First, let’s make a simple configuration file for Logstash + syslog, called logstash-syslog.conf.

input {
  tcp {
    port => 5000
    type => syslog
  }
  udp {
    port => 5000
    type => syslog
  }
}

filter {
  if [type] == "syslog" {
    grok {
      match => { "message" => "%{SYSLOGTIMESTAMP:syslog_timestamp} %{SYSLOGHOST:syslog_hostname} %{DATA:syslog_program}(?:\[%{POSINT:syslog_pid}\])?: %{GREEDYDATA:syslog_message}" }
      add_field => [ "received_at", "%{@timestamp}" ]
      add_field => [ "received_from", "%{host}" ]
    }
    syslog_pri { }
    date {
      match => [ "syslog_timestamp", "MMM  d HH:mm:ss", "MMM dd HH:mm:ss" ]
    }
  }
}

output {
  elasticsearch { host => localhost }
  stdout { codec => rubydebug }
}

Run it as normal:

bin/logstash -f logstash-syslog.conf

Normally, a client machine would connect to the Logstash instance on port 5000 and send its message.
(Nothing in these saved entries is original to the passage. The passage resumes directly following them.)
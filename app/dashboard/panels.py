"""Operating point, verdict, margin table, test points and export panels of the dashboard.

What a person reads here is what the command line writes: the verdict block (:class:`VerdictPanel`)
uses the sentences of ``lowgmap margin`` with the same formatter (:mod:`lowgmap.app.formatting`), the
test-point summary the counts of ``lowgmap compare`` (its label mapping and observation length are set
in the panel), and the review report is :func:`lowgmap.app.outputs.exports.report_html` with the case
file and the uploaded points, as ``lowgmap report -o review.html``.

Long work runs off the server's event loop through the session's runner
(:mod:`lowgmap.app.dashboard.background`): parsing an uploaded file, comparing test points with the
chart, the robust point, a calibration, rendering an export. A visible "working" line says what
is being done; results and problems come back next to the control that asked for them.
"""
from __future__ import annotations

import asyncio
import html
import io
import math
import threading

import numpy as np
import panel as pn

from lowgmap.app.dashboard import uploads
from lowgmap.app.dashboard.background import worker_pool
from lowgmap.app.dashboard.display import HIDDEN, set_shown
from lowgmap.app.dashboard.inputs import FIELD_CSS, FieldView
from lowgmap.app.files.units import UnitError, convert, parse_flow
from lowgmap.app.outputs.tables import MARGIN_CSS, margin_table_html

__all__ = ["PointPanel", "VerdictPanel", "MarginTable", "TestPointsPanel", "ExportPanel", "Working",
           "outside_chart_words", "verdict_html"]

_RENDER_LOCK = threading.Lock()   # matplotlib exports one at a time (rc settings are process-wide)

_NOTE_CSS = """
.outside-chart {background: #fff3cd; border: 1px solid #b8860b; color: #5c4400; padding: 6px 8px;
                border-radius: 4px; font-size: 13px; margin: 4px 0;}
.margin-verdict {padding: 6px 8px; border-radius: 4px; font-size: 13px; margin: 4px 0;}
.margin-verdict.met {background: #eef6ee;}
.margin-verdict.not-met {background: #fde0dc; border: 2px solid #C00000;}
.margin-verdict.not-established {background: #fff3cd; border: 2px solid #b8860b;}
.margin-verdict ul {margin: 2px 0 0 0; padding-left: 18px; font-size: 12px;}
.point-verdict {font-size: 14px; line-height: 1.45;}
.point-verdict .status {font-weight: bold;}
.point-verdict .status.ok {color: #1b5e20;}
.point-verdict .status.fail {color: #B00000;}
.point-verdict .status.open {color: #7a5200;}
"""


#: The "working" line: a turning ring drawn by CSS before the words (no widget of its own to show and hide).
WORKING_CSS = """
.working-spinner {display: inline-block; box-sizing: border-box; width: 13px; height: 13px; margin-right: 7px;
                  vertical-align: -2px; border: 2px solid #c9d6e3; border-top-color: #1f3b57; border-radius: 50%;
                  animation: lowgmap-turn 0.9s linear infinite;}
@keyframes lowgmap-turn {to {transform: rotate(360deg);}}
"""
In this simplified case, we’re simply going to telnet to Logstash and enter a log line (similar to how we entered log lines into STDIN earlier). First, open another shell window to interact with the Logstash syslog input and type the following command:

telnet localhost 5000

You can copy and paste the following lines as samples (feel free to try some of your own, but keep in mind they might not parse if the grok filter is not correct for your data):

Dec 23 12:11:43 louis postfix/smtpd[31499]: connect from unknown[95.75.93.154]
Dec 23 14:42:56 louis named[16000]: client 199.48.164.7#64817: query (cache) 'amsterdamboothuren.com/MX/IN' denied
Dec 23 14:30:01 louis CRON[619]: (www-data) CMD (php /usr/share/cacti/site/poller.php >/dev/null 2>/var/log/cacti/poller-error.log)
Dec 22 18:28:06 louis rsyslogd: [origin software="rsyslogd" swVersion="4.2.0" x-pid="2253" x-info="http://www.rsyslog.com"] rsyslogd was HUPed, type 'lightweight'.
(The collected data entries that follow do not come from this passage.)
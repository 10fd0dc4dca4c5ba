r"""Design sweeps: many variants of one case, each classified and measured, as one tidy table.

A sweep takes a base :class:`~lowgmap.physics.case.Case` and a list of *change dicts* (SI units, one dict
per design, keys from :data:`VARIABLES`) and returns a :class:`pandas.DataFrame` with one row per
design: the changed inputs, the regime at the operating point, its symmetric margin and limiting
line (:mod:`lowgmap.physics.chart.margins`), optionally the worst-case margin over an operating envelope and the
Monte Carlo probability of staying in the intended regime (:mod:`lowgmap.physics.studies.uncertainty`).

Worst-case margin over an operating envelope
--------------------------------------------
For an envelope :math:`[Q_{L,lo}, Q_{L,hi}] \times [Q_{G,lo}, Q_{G,hi}]` lying in the wanted
regime R, the worst symmetric margin of its points is the largest m for which the grown rectangle

.. math:: [(1-m) Q_{L,lo},\ (1+m) Q_{L,hi}] \times [(1-m) Q_{G,lo},\ (1+m) Q_{G,hi}]

stays in R: the ±m boxes of all points of the envelope together cover exactly that rectangle
(the union of the intervals :math:`[(1-m)q, (1+m)q]` over :math:`q \in [q_{lo}, q_{hi}]` is
:math:`[(1-m)q_{lo}, (1+m)q_{hi}]`). It is found like the point margin, on the same chords of the
lines bounding R: each chord is split where it crosses the four edge lines of the envelope, and on
each piece the distance to the envelope in the maximum norm of relative flow changes,

.. math:: \max\left(d_L, d_G\right), \quad
          d_L = \begin{cases} 1 - Q_L'/Q_{L,lo} & Q_L' < Q_{L,lo} \\ 0 & \text{inside} \\
          Q_L'/Q_{L,hi} - 1 & Q_L' > Q_{L,hi} \end{cases}

has the closed-form minimiser of :func:`lowgmap.physics.chart.margins.box_margin_on_segments` (with the edge as
reference point). A degenerate envelope (a point) gives the point's symmetric margin. When a line
bounding R passes through the envelope, some points of it lie in other regimes; the worst-case
margin is then the most negative signed margin of the envelope's points (-m of a point in another
regime, m being its margin in its own regime), estimated on a grid of the envelope (``envelope_grid``
points a side, corners and edges included) and never above 0.

How each design is computed (``method``)
----------------------------------------
* ``"full"``: :meth:`lowgmap.physics.chart.composition.Chart.build` for every design, margins on its cached lines (the
  path the dashboard and the command line use). Reference path; slowest.
* ``"auto"`` (default): one chart is built per *structure* (which models apply to the design) and
  reused for every design of that structure with the design's case and model constants (the regime
  sequence or scheme and the classification do not depend on anything else). Then

  - ``"lines"``: when every line that can limit the regime is a straight line in log-log axes
    (power laws: the drift-flux, Weber and Suratman tube lines, :class:`~lowgmap.physics.models.boundary.PowerLawBoundary`)
    under the sequence rule, each line is one exact chord through the margin window: no sampling,
    so the margins equal those of the full path to rounding (this is what makes tube sweeps fast);
  - ``"draw"``: otherwise the lines near the designs' points are sampled as the Monte Carlo does
    per property draw (chords within 1e-6 decade, margin error below about 5e-6).

A design whose inputs are invalid (a value out of range, properties unavailable at a temperature,
a model that does not apply) gives a row with ``status`` holding the message and NaN margins; the
sweep goes on.

Running on a cluster
--------------------
:func:`sweep` runs in-process by default. With ``client`` set to a dask ``distributed.Client`` (or
any :class:`concurrent.futures.Executor`) the designs are cut into chunks (a few per worker, at
least 16 designs each, so that scheduling costs little) and each chunk is evaluated by a worker;
the results do not depend on the backend (same code, same order, no random state shared between
designs: Monte Carlo draws use the same seed for every design, common random numbers).
"""
from __future__ import annotations

import itertools
import math
import threading
import uuid
from collections import OrderedDict
from dataclasses import dataclass, field, fields, replace
from typing import Callable, Mapping, Sequence

import numpy as np
import pandas as pd

from lowgmap.physics.chart import margins as _mg
from lowgmap.physics.case import ModelChoice, OperatingPoint
from lowgmap.physics.validate import angle_deg_in_range, finite, positive

__all__ = ["VARIABLES", "FLUID_KEYS", "METHODS", "grid", "zipped", "apply_changes", "DesignEvaluator",
           "SweepSpec", "sweep", "envelope_margin", "RESULT_COLUMNS"]

#: Inputs a sweep can change, with their meaning and SI unit. ``section.<field>`` (a field of the
#: section, e.g. ``section.wall_length`` [m]), ``model.<name>.<constant>`` (a constant of one chosen
#: boundary model) and ``constant.<constant>`` (that constant in every chosen model that has it)
#: are accepted too.
VARIABLES: dict[str, str] = {
    "half_angle": "corner half-angle of a groove or wedge channel [rad], in (0, 90) deg",
    "contact_angle": "static contact angle [rad], in [0, 180] deg (advancing/receding shift with it)",
    "length": "conduit length [m]",
    "size": "section scaled (every length) so that its hydraulic diameter is this value [m]",
    "residual_acceleration": "residual acceleration g [m/s^2]",
    "temperature": "fluid temperature [K] (properties rebuilt)",
    "pressure": "fluid pressure [Pa] (properties rebuilt)",
    "liquid": "liquid name (properties rebuilt)",
    "gas": "gas name (properties rebuilt)",
    "surface_tension": "surface tension [N/m] (replaces the property)",
    "liquid_density": "liquid density [kg/m^3]",
    "liquid_viscosity": "liquid viscosity [Pa s]",
    "gas_density": "gas density [kg/m^3]",
    "gas_viscosity": "gas viscosity [Pa s]",
    "liquid_flow": "liquid flow rate at the operating point [m^3/s]",
    "gas_flow": "gas flow rate at the operating point [m^3/s]",
}

#: Keys that rebuild the fluid pair with :func:`lowgmap.physics.properties.fluids.make_fluid_pair`.
FLUID_KEYS = ("temperature", "pressure", "liquid", "gas")

#: Accepted values of ``method``.
METHODS = ("auto", "full")

#: Result columns (after the design number and the changed inputs), in order; the envelope and
#: Monte Carlo columns appear only when asked for.
RESULT_COLUMNS = ("status", "regime", "in_regime", "margin", "limiting", "meets_required", "envelope_regime",
                  "envelope_inside", "envelope_margin", "envelope_limiting", "probability",
                  "probability_std_error", "method")

_PROPERTY_KEYS = {"surface_tension": "sigma", "liquid_density": "rho_l", "liquid_viscosity": "mu_l",
                  "gas_density": "rho_g", "gas_viscosity": "mu_g"}
_DRAW_TOL = 1e-6          # chord tolerance of the lines sampled per design [decade] (as the Monte Carlo)
_DRAW_WALL_DX = 1e-8
_DRAW_N_START = 17
_STRAIGHT_TOL = 1e-9      # a line counts as straight when its mid-point is this close to the chord [decade]


# =============================================================================================
# Building the list of designs

def grid(variables: Mapping[str, Sequence]) -> list[dict]:
    """Every combination of the values (first variable varies slowest).

    Examples
    --------
    >>> for d in grid({"length": [0.1, 0.2], "contact_angle": [0.0, 0.5]}):
    ...     print(d)
    {'length': 0.1, 'contact_angle': 0.0}
    {'length': 0.1, 'contact_angle': 0.5}
    {'length': 0.2, 'contact_angle': 0.0}
    {'length': 0.2, 'contact_angle': 0.5}
    """
    names = list(variables)
    values = [list(variables[n]) for n in names]
    for n, v in zip(names, values):
        if not v:
            raise ValueError(f"sweep variable {n} has no values")
    return [dict(zip(names, combo)) for combo in itertools.product(*values)]


def zipped(variables: Mapping[str, Sequence]) -> list[dict]:
    """Designs that pair the i-th values of every variable (all lists of the same length).

    Examples
    --------
    >>> zipped({"length": [0.1, 0.2], "size": [0.01, 0.02]})
    [{'length': 0.1, 'size': 0.01}, {'length': 0.2, 'size': 0.02}]
    """
    names = list(variables)
    lengths = {n: len(list(variables[n])) for n in names}
    if len(set(lengths.values())) > 1:
        raise ValueError(f"paired sweep variables must have the same number of values, got {lengths}")
    return [dict(zip(names, combo)) for combo in zip(*(list(variables[n]) for n in names))]


def _check_key(key: str, case) -> None:
    if not isinstance(key, str):
        raise TypeError(f"a sweep variable name must be text, got {key!r}")
    if key in VARIABLES:
        if key == "half_angle" and getattr(case.section, "half_angle", None) is None:
            raise ValueError(f"half_angle can only be varied for a section with a corner half-angle (groove, "
                             f"wedge_channel), got a {getattr(case.section, 'kind', '?')} section")
        return
    if key.startswith("section."):
        name = key.split(".", 1)[1]
        names = [f.name for f in fields(case.section)]
        if name not in names:
            raise ValueError(f"{key}: the {case.section.kind} section has no field {name!r}; its fields: "
                             f"{', '.join(names)}")
        return
    if key.startswith("model.") and key.count(".") == 2:
        return
    if key.startswith("constant.") and key.count(".") == 1:
        return
    known = ", ".join(list(VARIABLES) + ["section.<field>", "model.<name>.<constant>", "constant.<constant>"])
    raise ValueError(f"unknown sweep variable {key!r}; known: {known}")


# =============================================================================================
# Applying changes to a case

_FLUID_CACHE: "OrderedDict[tuple, object]" = OrderedDict()
_FLUID_LOCK = threading.Lock()


def _fluid(spec: Mapping):
    """make_fluid_pair for a spec, cached (CoolProp look-ups are repeated across a grid)."""
    from lowgmap.physics.properties.fluids import make_fluid_pair

    key = tuple(sorted((k, tuple(sorted(v.items())) if isinstance(v, Mapping) else v) for k, v in spec.items()))
    with _FLUID_LOCK:
        hit = _FLUID_CACHE.get(key)
        if hit is not None:
            _FLUID_CACHE.move_to_end(key)
            return hit
    kw = dict(spec)
    fp = make_fluid_pair(kw.pop("liquid"), kw.pop("temperature"), kw.pop("pressure", None), **kw)
    with _FLUID_LOCK:
        _FLUID_CACHE[key] = fp
        while len(_FLUID_CACHE) > 256:
            _FLUID_CACHE.popitem(last=False)
    return fp


def _default_fluid_spec(fp) -> dict:
    return {"liquid": fp.liquid, "gas": fp.gas, "temperature": fp.temperature, "pressure": fp.pressure}


def _model_choices(case) -> tuple:
    """The case's model choices; the defaults for its section (those that apply) when it lists none."""
    from lowgmap.physics.models.boundary import resolve_model
    from lowgmap.physics.chart.composition import default_models

    if case.models:
        return tuple(case.models)
    return tuple(ModelChoice.of(n) for n in default_models(case) if resolve_model(n, case).applies_to(case) is None)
Now you should see the output of Logstash in your original shell as it processes and parses messages!

{
                 "message" => "Dec 23 14:30:01 louis CRON[619]: (www-data) CMD (php /usr/share/cacti/site/poller.php >/dev/null 2>/var/log/cacti/poller-error.log)",
              "@timestamp" => "2013-12-23T22:30:01.000Z",
                "@version" => "1",
                    "type" => "syslog",
                    "host" => "0:0:0:0:0:0:0:1:52617",
        "syslog_timestamp" => "Dec 23 14:30:01",
         "syslog_hostname" => "louis",
          "syslog_program" => "CRON",
              "syslog_pid" => "619",
          "syslog_message" => "(www-data) CMD (php /usr/share/cacti/site/poller.php >/dev/null 2>/var/log/cacti/poller-error.log)",
             "received_at" => "2013-12-23 22:49:22 UTC",
           "received_from" => "0:0:0:0:0:0:0:1:52617",
    "syslog_severity_code" => 5,
    "syslog_facility_code" => 1,
         "syslog_facility" => "user-level",
         "syslog_severity" => "notice"
}

Congratulations! You’re well on your way to being a real Logstash power user. You should be comfortable configuring, running and sending events to Logstash, but there’s much more to explore.